_Work instructions:_ Look through the listing for the word "entity". Copy each line that has it.

_Supplied records:_
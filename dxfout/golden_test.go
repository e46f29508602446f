package dxfout

import (
	"flag"
	"fmt"
	"math"
	"os"
	"path/filepath"
	"strconv"
	"strings"
	"testing"
)

var update = flag.Bool("update", false, "rewrite the golden DXF files under testdata/golden")

// goldenJobs: a US angle (failing: stamped sheet only), a US two-line flat
// with stagger (failing too), an SI double angle, an SI slotted angle, the
// demo (a passing US angle, so US CAM files too), a gusset whose outline
// has a clipped corner, a 16-ft brace with its title block, a brace whose
// far end has a connection of its own (its plate a CAM file of its own)
// and a double-plate splice of two flats (its splice plate's CAM file
// carries both groups). Each member is drawn whole, with a break.
var goldenJobs = []string{
	"../testdata/jobs/us-single-angle.yaml",
	"../testdata/jobs/us-staggered-flat.yaml",
	"../testdata/jobs/si-double-angle.yaml",
	"../testdata/jobs/si-slotted.yaml",
	"../testdata/jobs/us-pipe-rack-brace.yaml",
	"../testdata/jobs/us-clipped-gusset.yaml",
	"../testdata/jobs/us-brace-16ft.yaml",
	"../testdata/jobs/us-brace-two-ends.yaml",
	"../testdata/jobs/us-double-splice.yaml",
}

const goldenDir = "../testdata/golden"

// isFloatCode reports whether a group code carries a real number (DXF
// reference, group code value types).
func isFloatCode(c int) bool {
	return c >= 10 && c <= 59 || c >= 110 && c <= 149 || c >= 210 && c <= 239 || c >= 1010 && c <= 1059
}

// diffDXF compares two DXFs pair by pair: group codes exactly, reals
// within 1e-9 (absolute, in drawing units: far below the 1e-6 that
// matters, far above the last digit of the 16 written), anything else
// exactly. It returns the first difference, "" when there is none.
func diffDXF(got, want []byte) string {
	g, err := pairs(got)
	if err != nil {
		return "got: " + err.Error()
	}
	w, err := pairs(want)
	if err != nil {
		return "golden: " + err.Error()
	}
	entity := ""
	for i := range min(len(g), len(w)) {
		if w[i].code == 0 || w[i].code == 9 { // an entity or table entry; a header variable
			entity = w[i].value
		}
		if w[i].code == 5 && !strings.HasPrefix(entity, "$") {
			entity = strings.Fields(entity + " ")[0] + " #" + w[i].value
		}
		where := fmt.Sprintf("pair %d (in %s)", i, entity)
		if g[i].code != w[i].code {
			return fmt.Sprintf("%s: group code %d, golden %d", where, g[i].code, w[i].code)
		}
		if isFloatCode(w[i].code) {
			a, errA := strconv.ParseFloat(strings.TrimSpace(g[i].value), 64)
			b, errB := strconv.ParseFloat(strings.TrimSpace(w[i].value), 64)
			if errA == nil && errB == nil {
				if math.Abs(a-b) > 1e-9 {
					return fmt.Sprintf("%s: code %d value %v, golden %v", where, w[i].code, a, b)
				}
				continue
			}
		}
		if g[i].value != w[i].value {
			return fmt.Sprintf("%s: code %d value %q, golden %q", where, w[i].code, g[i].value, w[i].value)
		}
	}
	if len(g) != len(w) {
		return fmt.Sprintf("%d pairs, golden %d", len(g), len(w))
	}
	return ""
}

// The files drawn for each golden job match testdata/golden entity by
// entity; refresh with go test ./dxfout -update after a deliberate change,
// and look at the rendered sheets before committing them.
func TestGolden(t *testing.T) {
	for _, job := range goldenJobs {
		t.Run(filepath.Base(job), func(t *testing.T) {
			_, s := sheetOf(t, job)
			fs, err := Files(s)
			if err != nil {
				t.Fatal(err)
			}
			for _, f := range fs {
				path := filepath.Join(goldenDir, f.Name)
				if *update {
					if err := os.MkdirAll(goldenDir, 0o755); err != nil {
						t.Fatal(err)
					}
					if err := os.WriteFile(path, f.Data, 0o644); err != nil {
						t.Fatal(err)
					}
					continue
				}
				want, err := os.ReadFile(path)
				if err != nil {
					t.Fatalf("%v (run go test ./dxfout -update to create it)", err)
				}
				if d := diffDXF(f.Data, want); d != "" {
					t.Errorf("%s differs from the golden file: %s", f.Name, d)
				}
			}
		})
	}
}

func TestDiffDXF(t *testing.T) {
	a := []byte("0\nLINE\n5\n2A\n10\n1.0000000000\n0\nEOF\n")
	for _, tt := range []struct {
		name, b, want string
	}{
		{"same within tolerance", "0\nLINE\n5\n2A\n10\n1.0000000001\n0\nEOF\n", ""},
		{"float off", "0\nLINE\n5\n2A\n10\n1.001\n0\nEOF\n", "pair 2 (in LINE #2A): code 10 value 1, golden 1.001"},
		{"string off", "0\nCIRCLE\n5\n2A\n10\n1.0\n0\nEOF\n", `pair 0 (in CIRCLE): code 0 value "LINE", golden "CIRCLE"`},
		{"shorter", "0\nLINE\n5\n2A\n10\n1.0\n", "4 pairs, golden 3"},
	} {
		if got := diffDXF(a, []byte(tt.b)); got != tt.want {
			t.Errorf("%s: %q, want %q", tt.name, got, tt.want)
		}
	}
}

_Answer to the exercise:_
	entity := ""
		if w[i].code == 0 || w[i].code == 9 { // an entity or table entry; a header variable
			entity = w[i].value
		if w[i].code == 5 && !strings.HasPrefix(entity, "$") {
			entity = strings.Fields(entity + " ")[0] + " #" + w[i].value
		where := fmt.Sprintf("pair %d (in %s)", i, entity)
// The files drawn for each golden job match testdata/golden entity by
// entity; refresh with go test ./dxfout -update after a deliberate change,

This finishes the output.